It is no news that personalized technology can lead to more exceptional experiences. This is because it enables apps to customize their content for every individual user. But it can also cut away at user privacy. So how can companies provide unique content while maintaining confidentiality? A company called Canopy aspires to change that. Keep reading to find out how.

How Canopy plans to protect user privacy

It has produced a personalization engine that operates without asking users to log in or even give an email. Instead, it uses a blend of an on-device machine learning and differential privacy to provide a personalized experience to users. 

Now it is displaying how this works with the launch of the newsreader app called Tonic. The new app is created to be completely private, while learning what you like overtime, to give a customized experience. 

How is Tonic different?

Unlike other personalization engines, all the fresh interaction and behavioral data remain on your device. This means the company itself has never seen it, nor does any content provider or partner that works with it. Another important differentiator is that Tonic sets you in control over your personalized settings.

Personalised daily reads by Tonic | iTMunch

How will it affect the user experience?

If you have ever used an app powered by personalized technology, there is a point where you were suggested a song, video, or a news article; which looked to be completely wrong and not representative of something you would like. But you might have been at a loss as to why it was suggested because most apps do not detail this type of information.

On the other hand, Tonic allows you to see, change, and even reset your personalized settings whenever you want. While Tonic is primarily meant to show off its engine in action, Canopy’s bigger goal is to license the technology.
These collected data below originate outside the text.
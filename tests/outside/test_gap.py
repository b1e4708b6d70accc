"""Conductivity of the gases in the gap against the CoolProp property library (open source, reference correlations)."""

import numpy as np
import pytest
from numpy.testing import assert_allclose

from tegdesign.module.gap import FILLERS

CoolProp = pytest.importorskip("CoolProp.CoolProp")


@pytest.mark.parametrize(("filler", "fluid"), [("air", "Air"), ("nitrogen", "Nitrogen"), ("argon", "Argon")])
def test_gas_conductivity_from_300_to_900_kelvin(filler, fluid):
    t = np.linspace(300.0, 900.0, 61)
    expected = CoolProp.PropsSI("L", "T", t, "P", 1e5, fluid)
    law = FILLERS[filler]
    # 2 %: the best power law leaves 1.2 to 1.8 %
    assert_allclose(law.conductivity * (t / 300) ** law.exponent, expected, rtol=0.02)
The app itself has many other features that make it worth a look. The company uses a human editorial team to help choose the app’s news content. This is to assure that it is not giving a collection of noise, for example, clickbait or hate-reads. 

It also avoids breaking news and hot takes, as it is not created to be an app consumers use to track the latest news with necessity. Instead, Tonic draws from a variety of sources with its core focus to bring you a curated, personalized choice of daily reads to inform and inspire.